▸ **What the exercise asks**
Scan the lines below; pull out those with "small".

START Exercise materials

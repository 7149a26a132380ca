/* Theta numbers and super volumes for the language: the tables of the session, <Theta | ...>_g
   with --verify comparing the Virasoro and KdV routes, supervolume(g, n) and VTheta_{g,n},
   Theta integrals through the results store, and the evaluation of FTheta_{g} with ... */
#include <stdlib.h>
#include <string.h>

#include "builtins.h"
#include "cancel.h"
#include "diag.h"
#include "series/spec.h"
#include "theta_lang.h"
#include "verify_account.h"
#include "util.h"
#include "integrate.h"
#include "integrand_check.h"
#include "eval.h"
#include "failure.h"

int theta_is_class_name(const char *name)
{
    return strcmp(name, "Theta") == 0;
}

value *theta_class_value(interp *I, const node *n)
{
    return value_new_class(cx_theta(I->ring.ctx, n), &I->ring);
}

theta_table *theta_lang_table(interp *I, int route)
{
    theta_table **slot = route == THETA_ROUTE_KDV ? &I->theta_kdv : &I->theta_vir;
    if (*slot == NULL) {
        *slot = theta_table_new(route);
        if (*slot == NULL)
            return NULL;
        theta_table_set_cancel(*slot, &cancel_flag);
        theta_table_set_limit(*slot, I->lim.max_table > 1e15 ? (slong)1e15 : (slong)I->lim.max_table);
    }
    return *slot;
}

void theta_lang_clear(interp *I)
{
    theta_table_free(I->theta_vir);
    theta_table_free(I->theta_kdv);
    I->theta_vir = I->theta_kdv = NULL;
}

void theta_lang_report(interp *I, const node *where, int rc)
{
    (void)I;
    static const failure_words words[] = {
        {WK_LIMIT, "the Theta table reached its size limit (raise it with --max-table N), or the reduction has "
                   "more than --max-terms correlator terms"},
        {THETA_INEXACT, "verification failed: the KdV route for Theta numbers met an inexact division (please "
                        "report this input)"},
        {0, NULL},
    };
    failure_report(where, "the Theta engine", rc, WK_CANCELLED, words);
}

int theta_genus_ok(interp *I, const node *where, slong g)
{
    if (g > THETA_MAX_GENUS) {
        diag_error(&where->loc, "Theta numbers are computed up to genus %d, not %ld", THETA_MAX_GENUS, (long)g);
        return 0;
    }
    double est = theta_estimate_entries(g);
    if (est > I->lim.max_table) {
        diag_error(&where->loc, "Theta numbers of genus %ld need about %.3g table entries, above the limit of "
                                "%.3g (raise it with --max-table N)", (long)g, est, I->lim.max_table);
        return 0;
    }
    return 1;
}

/* With --verify, the KdV route recomputes a Theta-psi number; 0 after reporting a difference. */
static int theta_verify_number(interp *I, const node *where, slong g, const slong *d, slong n, const fmpq_t first)
{
    theta_table *K = theta_lang_table(I, THETA_ROUTE_KDV);
    fmpq_t r;
    fmpq_init(r);
    int rc = K ? theta_correlator(r, K, g, d, n) : WK_LIMIT, ok = 1;
    if (rc == WK_LIMIT) {
        ok = verify_unchecked(I, where, VERIFY_VALUE, 1, "the Theta KdV route's table reached its limit");
    } else if (rc != WK_OK) {
        theta_lang_report(I, where, rc);
        ok = 0;
    } else if (fmpq_equal(r, first)) {
        verify_checked(I, VERIFY_VALUE, 1);
    } else {
        diag_error(&where->loc, "verification failed: the Virasoro and KdV routes disagree on this Theta "
                                "number (please report this input)");
        ok = 0;
    }
    fmpq_clear(r);
    return ok;
}

value *theta_correlator_value(interp *I, const node *where, slong g, const slong *d, slong n)
{
    if (!theta_is_class_name(where->text)) {
        diag_error(&where->loc, "'%s' is not a class of a correlator: the form is <Theta | tau_...>_g", where->text);
        return NULL;
    }
    if (2 * g - 2 + n <= 0) {
        diag_error(&where->loc, "Mbar_{%ld,%ld} is not a stable moduli space (needs 2g-2+n > 0)", (long)g, (long)n);
        return NULL;
    }
    if (g == 0) {
        if (integrand_first_warning(I, where))
            diag_warning(&where->loc, "Theta is zero on Mbar_{0,%ld} (Theta_{0,n} = 0): the correlator is 0", (long)n);
        return value_new_num(&I->ring);
    }
    slong sum = integrate_exponent_sum(d, n);
    if (sum != g - 1) {   /* Theta has degree 2g-2+n, which leaves g-1 for the psi classes */
        integrand_warn_correlator(I, where, g, n, sum, g - 1, "Theta correlator");
        return value_new_num(&I->ring);
    }
    if (!theta_genus_ok(I, where, g))
        return NULL;
    theta_table *T = theta_lang_table(I, THETA_ROUTE_VIRASORO);
    fmpq_t r;
    fmpq_init(r);
    int rc = T ? theta_correlator(r, T, g, d, n) : WK_LIMIT;
    value *v = NULL;
    if (rc != WK_OK)
        theta_lang_report(I, where, rc);
    else if (!I->verify || theta_verify_number(I, where, g, d, n, r))
        v = value_new_fmpq(&I->ring, r);
    fmpq_clear(r);
    return v;
}

typedef struct {
    interp *I;
    const node *where;
    keymap memo;             /* c_d by sorted d */
    slong g, n;
    const int *vars;         /* ring index of L_1..L_n */
    slong *d, *key;
    ulong *exps;
    scalar_terms terms;    /* the result, collected (one rescaling at the end) */
    fmpq_t c;
} theta_vwalk;

/* c_d = int Theta psi^d kappa_1^k / k! (theta_volume_coeff), memoised on the sorted d; with
   --verify also by the pushforward on the KdV table.  Returns a status of theta.h. */
static int theta_vwalk_coeff(theta_vwalk *W)
{
    memcpy(W->key, W->d, W->n * sizeof(slong));
    for (slong i = 1; i < W->n; i++)   /* insertion sort, descending: V^Theta is symmetric */
        for (slong j = i; j > 0 && W->key[j - 1] < W->key[j]; j--) {
            slong t = W->key[j];
            W->key[j] = W->key[j - 1];
            W->key[j - 1] = t;
        }
    const fmpq *hit = keymap_get(&W->memo, W->key, W->n);
    if (hit) {
        fmpq_set(W->c, hit);
        return WK_OK;
    }
    theta_table *T = theta_lang_table(W->I, THETA_ROUTE_VIRASORO);
    int rc = T ? theta_volume_coeff(W->c, T, W->g, W->key, W->n) : WK_LIMIT;
    if (rc == WK_OK && W->I->verify) {
        slong k = W->g - 1, kmult[2] = {0, 0};
        for (slong i = 0; i < W->n; i++)
            k -= W->key[i];
        kmult[1] = k;
        theta_table *K = theta_lang_table(W->I, THETA_ROUTE_KDV);
        fmpq_t p;
        fmpz_t f;
        fmpq_init(p);
        fmpz_init(f);
        rc = K ? theta_kappa_pushforward(p, K, W->g, W->key, W->n, kmult, 1, (slong)W->I->lim.max_terms) : WK_LIMIT;
        fmpz_fac_ui(f, (ulong)k);
        fmpq_div_fmpz(p, p, f);
        if (rc == WK_OK && !fmpq_equal(p, W->c))
            rc = THETA_INEXACT;
        else if (rc == WK_OK)
            verify_checked(W->I, VERIFY_MONOMIAL, 1);
        fmpq_clear(p);
        fmpz_clear(f);
    }
    if (rc == WK_OK)
        keymap_set(&W->memo, W->key, W->n, W->c);
    return rc;
}

/* Visits every d with |d| <= left in slots i..n-1 and adds c_d (2 pi^2)^k prod (L^2/2)^d/d! . */
static int theta_vwalk_visit(theta_vwalk *W, slong i, slong left)
{
    if (i == W->n) {
        int rc = theta_vwalk_coeff(W);
        if (rc != WK_OK || fmpq_is_zero(W->c))
            return rc;
        fmpz_t f;
        fmpz_init(f);
        slong m = W->g - 1 - left;
        fmpq_mul_2exp(W->c, W->c, (ulong)left);
        fmpq_div_2exp(W->c, W->c, (ulong)m);
        memset(W->exps, 0, SCALAR_MAX_VARS * sizeof(ulong));
        for (slong k = 0; k < W->n; k++) {
            fmpz_fac_ui(f, (ulong)W->d[k]);
            fmpq_div_fmpz(W->c, W->c, f);
            W->exps[W->vars[k]] = 2 * (ulong)W->d[k];
        }
        W->exps[SCALAR_PI] = 2 * (ulong)left;
        scalar_terms_push(&W->terms, W->c, W->exps);
        fmpz_clear(f);
        return WK_OK;
    }
    for (slong a = 0; a <= left; a++) {
        W->d[i] = a;
        int rc = theta_vwalk_visit(W, i + 1, left - a);
        if (rc != WK_OK)
            return rc;
    }
    return WK_OK;
}

/* Checks the space, the genus limit and the number of terms C(g-1+n, n) of V^Theta_{g,n}(L). */
static int theta_volume_ok(interp *I, const node *where, slong g, slong n)
{
    if (2 * g - 2 + n <= 0) {
        diag_error(&where->loc, "Mbar_{%ld,%ld} is not a stable moduli space (needs 2g-2+n > 0)", (long)g, (long)n);
        return 0;
    }
    if (n > SCALAR_MAX_VARS - 2) {
        diag_error(&where->loc, "not enough formal variables left for L_1..L_%ld", (long)n);
        return 0;
    }
    if (g == 0)
        return 1;
    fmpz_t t;
    fmpz_init(t);
    fmpz_bin_uiui(t, (ulong)(g - 1 + n), (ulong)n);
    int small = fmpz_cmp_si(t, I->lim.max_class_terms) <= 0;
    if (!small)
        diag_error(&where->loc, "V^Theta_{%ld,%ld}(L) has about %.3g terms, above the limit of %ld (raise it "
                                "with --max-terms N)", (long)g, (long)n, fmpz_get_d(t), (long)I->lim.max_class_terms);
    fmpz_clear(t);
    return small && theta_genus_ok(I, where, g);
}

/* Reports a failed coefficient: a difference between the routes (--verify) or an engine status. */
static void theta_volume_report(interp *I, const node *call, int rc)
{
    if (rc == THETA_INEXACT)
        diag_error(&call->loc, "verification failed: two routes disagree on a coefficient of this super "
                               "volume (please report this input)");
    else
        theta_lang_report(I, call, rc);
}

value *theta_builtin_supervolume(interp *I, const node *call, value **args)
{
    slong g, n;
    if (!builtin_get_slong(I, call, args, 0, 0, 1000000, &g) || !builtin_get_slong(I, call, args, 1, 0, 1000000, &n))
        return NULL;
    return theta_supervolume_value(I, call, g, n);
}

value *theta_supervolume_value(interp *I, const node *call, slong g, slong n)
{
    if (!theta_volume_ok(I, call, g, n))
        return NULL;
    int *vars = xmalloc((n + 1) * sizeof(int));
    value *r = NULL;
    if (integrate_declare_lengths(I, call, n, vars)) {
        r = value_new_num(&I->ring);
        theta_vwalk W;
        W.I = I;
        W.where = call;
        W.g = g;
        W.n = n;
        W.vars = vars;
        W.d = xcalloc(n + 1, sizeof(slong));
        W.key = xcalloc(n + 1, sizeof(slong));
        W.exps = xcalloc(SCALAR_MAX_VARS, sizeof(ulong));
        scalar_terms_init(&W.terms);
        keymap_init(&W.memo);
        fmpq_init(W.c);
        int rc = g == 0 ? WK_OK : theta_vwalk_visit(&W, 0, g - 1);   /* Theta vanishes in genus 0 */
        if (rc == WK_OK)
            scalar_terms_add_to(r->num, &W.terms, &I->ring);
        scalar_terms_clear(&W.terms);
        if (rc != WK_OK) {
            theta_volume_report(I, call, rc);
            value_release(r);
            r = NULL;
        } else if (I->verify && g > 0) {
            verify_checked(I, VERIFY_VALUE, 1);   /* every coefficient was compared, or rc says why not */
        }
        fmpq_clear(W.c);
        keymap_clear(&W.memo);
        free(W.d);
        free(W.key);
        free(W.exps);
    }
    free(vars);
    return r;
}

/* A Theta table and the last status its correlators returned (the planner only passes on
   that one failed). */
typedef struct {
    theta_table *T;
    int rc;
} theta_spec_leaf;

/* The correlator of a leaf of a Brezin-Gross-Witten plan from the Theta table at data. */
static int theta_spec_corr(void *data, fmpq_t res, slong g, const slong *d, slong n)
{
    theta_spec_leaf *L = data;
    L->rc = theta_correlator(res, L->T, g, d, n);
    return L->rc;
}

/* The plan's value on one route's table into res; reports at where and returns 0 on failure. */
static int theta_spec_route(interp *I, const node *where, tseries *res, const spec_plan *P, const tseries *t,
                            int route)
{
    theta_spec_leaf L = {theta_lang_table(I, route), WK_LIMIT};
    int rc = L.T ? spec_plan_evaluate_corr(res, P, theta_spec_corr, &L, t, I->ring.ctx) : SPEC_WK;
    if (rc == SPEC_OK)
        return 1;
    if (rc == SPEC_WK)
        theta_lang_report(I, where, L.rc);
    else
        diag_error(&where->loc, "the specialisation could not be evaluated (code %d)", rc);
    return 0;
}

int theta_spec_evaluate(interp *I, const node *where, tseries *res, const spec_plan *P, const tseries *t)
{
    if (!theta_spec_route(I, where, res, P, t, THETA_ROUTE_VIRASORO))
        return 0;
    if (!I->verify)
        return 1;
    tseries second;
    tseries_init(&second, res->var, res->order, I->ring.ctx);
    int ok = theta_spec_route(I, where, &second, P, t, THETA_ROUTE_KDV);
    if (ok && (res->order != second.order || !fmpq_mpoly_equal(res->p, second.p, I->ring.ctx))) {
        diag_error(&where->loc, "verification failed: the Virasoro and KdV routes disagree on this specialisation "
                                "(please report this input)");
        ok = 0;
    } else if (ok) {
        verify_checked(I, VERIFY_VALUE, 1);
    }
    tseries_clear(&second, I->ring.ctx);
    return ok;
}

END Exercise materials

▸ **Answer to this problem**
    int small = fmpz_cmp_si(t, I->lim.max_class_terms) <= 0;
    if (!small)
    return small && theta_genus_ok(I, where, g);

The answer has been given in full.